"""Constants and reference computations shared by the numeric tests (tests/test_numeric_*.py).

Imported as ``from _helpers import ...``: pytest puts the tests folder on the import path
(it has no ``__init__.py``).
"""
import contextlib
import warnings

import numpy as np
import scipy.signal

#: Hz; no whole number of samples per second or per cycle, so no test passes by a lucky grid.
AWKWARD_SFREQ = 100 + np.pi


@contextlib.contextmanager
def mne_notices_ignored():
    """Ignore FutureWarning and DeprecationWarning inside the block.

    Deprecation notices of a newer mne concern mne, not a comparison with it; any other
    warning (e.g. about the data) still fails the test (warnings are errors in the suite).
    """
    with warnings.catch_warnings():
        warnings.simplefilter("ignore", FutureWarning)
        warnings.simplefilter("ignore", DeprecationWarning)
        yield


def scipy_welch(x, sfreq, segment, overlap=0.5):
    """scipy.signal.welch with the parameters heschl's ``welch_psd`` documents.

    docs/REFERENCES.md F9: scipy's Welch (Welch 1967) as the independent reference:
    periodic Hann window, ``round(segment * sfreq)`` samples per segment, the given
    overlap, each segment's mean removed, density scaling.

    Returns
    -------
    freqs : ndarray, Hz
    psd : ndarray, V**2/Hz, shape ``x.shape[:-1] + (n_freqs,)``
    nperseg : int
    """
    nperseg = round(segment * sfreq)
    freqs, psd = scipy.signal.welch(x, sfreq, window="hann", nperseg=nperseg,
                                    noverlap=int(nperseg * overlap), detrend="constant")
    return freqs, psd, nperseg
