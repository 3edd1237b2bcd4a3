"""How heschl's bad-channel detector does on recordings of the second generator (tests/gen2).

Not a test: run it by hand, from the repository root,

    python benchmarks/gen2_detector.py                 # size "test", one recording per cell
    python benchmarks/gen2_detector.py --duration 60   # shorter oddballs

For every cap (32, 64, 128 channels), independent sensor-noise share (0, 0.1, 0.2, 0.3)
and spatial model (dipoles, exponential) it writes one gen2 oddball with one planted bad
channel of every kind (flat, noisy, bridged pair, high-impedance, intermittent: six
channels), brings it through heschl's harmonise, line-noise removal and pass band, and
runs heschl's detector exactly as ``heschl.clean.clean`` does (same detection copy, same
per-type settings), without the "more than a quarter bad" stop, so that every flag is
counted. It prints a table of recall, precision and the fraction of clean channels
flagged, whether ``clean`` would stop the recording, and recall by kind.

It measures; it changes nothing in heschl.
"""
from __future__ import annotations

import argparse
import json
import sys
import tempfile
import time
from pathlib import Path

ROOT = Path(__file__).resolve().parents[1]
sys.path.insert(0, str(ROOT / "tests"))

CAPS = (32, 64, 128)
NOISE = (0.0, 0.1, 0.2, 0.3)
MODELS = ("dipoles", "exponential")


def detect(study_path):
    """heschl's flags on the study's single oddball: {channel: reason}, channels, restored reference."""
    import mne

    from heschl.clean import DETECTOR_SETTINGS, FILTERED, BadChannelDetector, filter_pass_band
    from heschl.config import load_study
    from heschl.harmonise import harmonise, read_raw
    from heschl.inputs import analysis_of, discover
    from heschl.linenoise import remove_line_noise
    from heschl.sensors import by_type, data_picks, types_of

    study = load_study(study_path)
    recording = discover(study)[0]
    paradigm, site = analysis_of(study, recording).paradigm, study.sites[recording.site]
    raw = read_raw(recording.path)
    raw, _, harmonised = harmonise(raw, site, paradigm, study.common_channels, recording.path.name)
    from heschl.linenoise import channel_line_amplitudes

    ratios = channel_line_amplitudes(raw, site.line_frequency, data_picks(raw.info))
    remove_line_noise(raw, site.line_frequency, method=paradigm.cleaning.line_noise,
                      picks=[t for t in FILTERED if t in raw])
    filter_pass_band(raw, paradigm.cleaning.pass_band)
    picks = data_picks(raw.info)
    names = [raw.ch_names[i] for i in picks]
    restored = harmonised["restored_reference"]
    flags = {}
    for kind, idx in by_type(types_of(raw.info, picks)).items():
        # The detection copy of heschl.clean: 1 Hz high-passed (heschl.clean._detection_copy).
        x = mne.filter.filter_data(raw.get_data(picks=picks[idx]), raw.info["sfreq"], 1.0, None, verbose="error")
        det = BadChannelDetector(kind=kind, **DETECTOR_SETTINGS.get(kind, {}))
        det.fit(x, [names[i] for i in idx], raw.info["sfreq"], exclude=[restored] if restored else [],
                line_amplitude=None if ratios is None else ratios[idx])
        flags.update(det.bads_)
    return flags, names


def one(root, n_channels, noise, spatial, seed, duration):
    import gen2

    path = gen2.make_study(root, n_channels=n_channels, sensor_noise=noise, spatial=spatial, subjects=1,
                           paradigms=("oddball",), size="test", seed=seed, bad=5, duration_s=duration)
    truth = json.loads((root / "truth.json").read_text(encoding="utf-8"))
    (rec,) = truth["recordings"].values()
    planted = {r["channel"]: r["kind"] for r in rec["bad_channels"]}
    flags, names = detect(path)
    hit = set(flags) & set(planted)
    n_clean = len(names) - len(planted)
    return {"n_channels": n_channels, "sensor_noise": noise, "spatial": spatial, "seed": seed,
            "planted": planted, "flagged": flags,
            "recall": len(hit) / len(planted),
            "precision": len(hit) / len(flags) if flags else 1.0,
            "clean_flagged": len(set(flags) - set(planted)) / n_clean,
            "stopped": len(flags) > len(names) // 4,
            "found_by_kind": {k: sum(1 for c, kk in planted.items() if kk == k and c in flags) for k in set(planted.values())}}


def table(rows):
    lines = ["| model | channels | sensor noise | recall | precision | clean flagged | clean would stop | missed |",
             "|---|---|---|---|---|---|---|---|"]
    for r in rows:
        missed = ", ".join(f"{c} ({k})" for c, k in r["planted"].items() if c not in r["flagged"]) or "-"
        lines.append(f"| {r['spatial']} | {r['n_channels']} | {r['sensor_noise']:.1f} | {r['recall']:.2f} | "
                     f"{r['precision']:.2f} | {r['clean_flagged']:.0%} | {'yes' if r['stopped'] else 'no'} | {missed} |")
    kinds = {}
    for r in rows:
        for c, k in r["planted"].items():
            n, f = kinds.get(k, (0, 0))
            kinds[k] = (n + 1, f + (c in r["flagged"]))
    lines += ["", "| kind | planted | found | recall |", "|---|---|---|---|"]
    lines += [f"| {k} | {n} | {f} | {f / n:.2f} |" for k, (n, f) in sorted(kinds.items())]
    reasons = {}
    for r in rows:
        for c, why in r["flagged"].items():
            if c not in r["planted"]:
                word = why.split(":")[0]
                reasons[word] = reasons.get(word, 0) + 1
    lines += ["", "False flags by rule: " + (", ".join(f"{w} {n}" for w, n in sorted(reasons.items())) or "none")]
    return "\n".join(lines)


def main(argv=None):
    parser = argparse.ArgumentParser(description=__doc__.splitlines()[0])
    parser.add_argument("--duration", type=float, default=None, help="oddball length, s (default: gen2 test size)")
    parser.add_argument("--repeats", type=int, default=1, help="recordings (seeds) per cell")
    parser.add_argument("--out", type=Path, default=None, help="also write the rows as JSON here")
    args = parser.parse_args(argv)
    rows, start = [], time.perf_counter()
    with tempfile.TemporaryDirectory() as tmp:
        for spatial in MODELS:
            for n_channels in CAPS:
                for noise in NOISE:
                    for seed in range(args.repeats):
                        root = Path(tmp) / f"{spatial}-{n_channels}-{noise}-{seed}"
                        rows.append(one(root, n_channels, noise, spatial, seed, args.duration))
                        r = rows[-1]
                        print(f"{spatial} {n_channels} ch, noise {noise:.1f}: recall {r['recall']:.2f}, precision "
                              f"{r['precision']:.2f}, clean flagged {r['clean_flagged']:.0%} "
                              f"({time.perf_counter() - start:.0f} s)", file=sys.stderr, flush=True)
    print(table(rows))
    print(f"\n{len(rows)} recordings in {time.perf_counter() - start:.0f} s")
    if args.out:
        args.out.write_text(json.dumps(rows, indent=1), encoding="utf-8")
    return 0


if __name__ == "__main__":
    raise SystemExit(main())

PROBLEM DESCRIPTION. Quote, word for word, every line from the top of the entries through the line that holds "and spatial model".

COMPLETED TASK.
"""Constants and reference computations shared by the numeric tests (tests/test_numeric_*.py).

Imported as ``from _helpers import ...``: pytest puts the tests folder on the import path
(it has no ``__init__.py``).
"""
import contextlib
import warnings

import numpy as np
import scipy.signal

#: Hz; no whole number of samples per second or per cycle, so no test passes by a lucky grid.
AWKWARD_SFREQ = 100 + np.pi


@contextlib.contextmanager
def mne_notices_ignored():
    """Ignore FutureWarning and DeprecationWarning inside the block.

    Deprecation notices of a newer mne concern mne, not a comparison with it; any other
    warning (e.g. about the data) still fails the test (warnings are errors in the suite).
    """
    with warnings.catch_warnings():
        warnings.simplefilter("ignore", FutureWarning)
        warnings.simplefilter("ignore", DeprecationWarning)
        yield


def scipy_welch(x, sfreq, segment, overlap=0.5):
    """scipy.signal.welch with the parameters heschl's ``welch_psd`` documents.

    docs/REFERENCES.md F9: scipy's Welch (Welch 1967) as the independent reference:
    periodic Hann window, ``round(segment * sfreq)`` samples per segment, the given
    overlap, each segment's mean removed, density scaling.

    Returns
    -------
    freqs : ndarray, Hz
    psd : ndarray, V**2/Hz, shape ``x.shape[:-1] + (n_freqs,)``
    nperseg : int
    """
    nperseg = round(segment * sfreq)
    freqs, psd = scipy.signal.welch(x, sfreq, window="hann", nperseg=nperseg,
                                    noverlap=int(nperseg * overlap), detrend="constant")
    return freqs, psd, nperseg
repository 3edd1237b2bcd4a3
"""How heschl's bad-channel detector does on recordings of the second generator (tests/gen2).

Not a test: run it by hand, from the repository root,

    python benchmarks/gen2_detector.py                 # size "test", one recording per cell
    python benchmarks/gen2_detector.py --duration 60   # shorter oddballs

For every cap (32, 64, 128 channels), independent sensor-noise share (0, 0.1, 0.2, 0.3)
and spatial model (dipoles, exponential) it writes one gen2 oddball with one planted bad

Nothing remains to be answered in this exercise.